Transactions to transformations

One amusing moment for many at yesterday’s event was the assertion that the HR and IT roles in organisations are increasingly becoming one.

This seems obvious to me, but only if one understands the transformational aspects of those disciplines, and not confuse them with the transactional. And one also acknowledges that the HR world has as strong an image problem as the IT world does.

Five years ago I took part in a team coaching exercise with the board of a government agency. We had the five members of the board together in a hotel for a couple of days, and started the event with a warm up exercise. Each member of the team was asked to write down a type of car, and that car should be, in their eyes, representative of how they saw themselves in their role.
These cars were then drawn anonymously from a hat, and one by one the team were asked to guess who had chosen which. Out of a hat came a VW Beetle. The four male, middle-aged, middle class men all thought that this was the choice of the female, slightly younger HR Director.

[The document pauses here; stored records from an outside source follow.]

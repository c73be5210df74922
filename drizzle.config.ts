import { defineConfig } from "drizzle-kit";

// Generation only needs the schema; `migrate` is done by scripts/db.ts, never by next build.
export default defineConfig({
  dialect: "postgresql",
  schema: "./db/schema.ts",
  out: "./migrations",
  dbCredentials: { url: process.env.DATABASE_URL ?? "postgres://localhost/benchwarden" },
});
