// Lint for the whole project: Next.js's rules (core web vitals, React, React Hooks, accessibility) and its
// TypeScript rules, run by `npm test` as one counted check and by `npm run lint`. No warnings are allowed.
import { defineConfig, globalIgnores } from "eslint/config";
import nextVitals from "eslint-config-next/core-web-vitals";
import nextTs from "eslint-config-next/typescript";

export default defineConfig([
  ...nextVitals,
  ...nextTs,
  {
    rules: {
      // An unused name is a leftover; a leading underscore marks one kept on purpose (a destructured field left out).
      "@typescript-eslint/no-unused-vars": ["error", { argsIgnorePattern: "^_", varsIgnorePattern: "^_", destructuredArrayIgnorePattern: "^_", ignoreRestSiblings: true }],
    },
  },
  globalIgnores([".next/**", "node_modules/**", "test-results/**", "playwright-report/**", ".data/**", "next-env.d.ts", "migrations/**"]),
]);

It wasn’t until the Ferrari came out of the hat that we actually discovered the car that the personnel head had actually chosen.

Back to yesterday’s assertion – if it’s the routine, somewhat plodding transactional side of HR services (disciplinary procedures, administering performance management processes, recruitment processes, policy creation and enforcement etc) merged with the technology aspect of IT (running boxes, setting up user accounts, etc) then a process hydra of epic proportions would be born (and go on to scare small children no doubt).

However, bringing the organisational development, leadership, team building and other transformational aspects together would be an entirely different beast. I’ve been bandying around the concept of the “Chief Collaboration Officer” recently – the logical extension from CTO through CIO… and that, potentially, is what was being envisaged at the Altitude event yesterday.